The Content Delivery Network (CDN) Cloudflare suffered an outage for several hours yesterday that made multitude of websites and online systems would remain inaccessible. X, Canva, the game League of Legends or ChatGPT were just some of the services that stopped working due to the fall of this provider, which serves approximately 20% of the web. Even several services in charge of detecting which websites or online services have problems, such as Downdetector, stopped working.
Once the problem is solved, the CEO de Cloudflare, Matthew Princehas offered an explanation of the problem through a post on its blog, in which it confirms that the crash was due to an internal failure, and not a cyber attack. The one described by Prince as his «worst blackout since 2019″was due to a bot management issue that deals with the control of automated crawlers that are authorized or not authorized to scan the content of the websites it serves with its CDN.
Cloudflare’s content distribution network is responsible for sharing the content load, with the aim of not only streamlining the operation of the websites it has among its clients, but also of keeping the pages online and providing service when they suffer a sudden and/or notable increase in traffic accessing them, as well as when they suffer a distributed denial of service (DDoS) attack.
Bot controllers, where the problem originated, are responsible for managing problems caused by, among others, crawlers that extract information from pages and then use it to train generative AI models. The source of your problem, however, has not been due to these trackers, a cyber attack (the initial suspicion) or due to a DNS failure, but rather it came after various changes in the permissions system of a database.
Apparently, the machine learning model that drives the aforementioned bot management system, responsible for generating scores for requests that travel through its network, has a configuration file that is updated frequently, and that collaborates in centralized identification requests.

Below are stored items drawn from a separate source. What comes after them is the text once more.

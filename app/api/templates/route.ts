import { route } from '@/lib/http/handler';
import { templatesQuery } from '@/lib/api/contract';
import { listCorrelations } from '@/lib/governance/queries';

/** Calculation templates with their latest approved version (drafts only for their authors and approvers). */
export const GET = route('GET /api/templates', { query: templatesQuery }, async ({ caller, query }) => {
  const list = await listCorrelations({ actor: caller!.user, query: { ...query, sort: 'title' }, kind: 'template' });
  return {
    items: list.items.map((t) => ({
      slug: t.slug, title: t.title, category: t.category, situation: t.situation,
      version: t.latestApprovedVersion, contentHash: t.approvedContentHash, status: t.latestApprovedVersion ? 'approved' : t.latestStatus,
    })),
    total: list.total,
  };
});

A change «in the behavior of the ClickHouse query that generates this file caused it to have a large number of duplicate function rows«. This change caused the ClickHouse database to duplicate information, causing file size to rapidly increase until it exceeded preconfigured memory limits. The result? The fall «of the main proxy system that manages the traffic process» from Cloudflare customers. Specifically «of any traffic that depends on the bot module«.
At this point, companies using Cloudflare rules to block certain bots began returning false positives and blocking real traffic. Cloudflare customers who do not use bot scoring in their rules were not affected.
After solving the problem, the company will take measures to prevent the problem from happening again. Thus, they are going to strengthen the process of the configuration files generated by Cloudflare, to proceed with them as they would with the entries generated by users.
Additionally, they will be putting in place more “kill switches” for functions globally, as well as eliminating the possibility that crash dumps, or other bug reports, could overload system resources. Finally, they will also review the failure models for error conditions in all major proxy modules.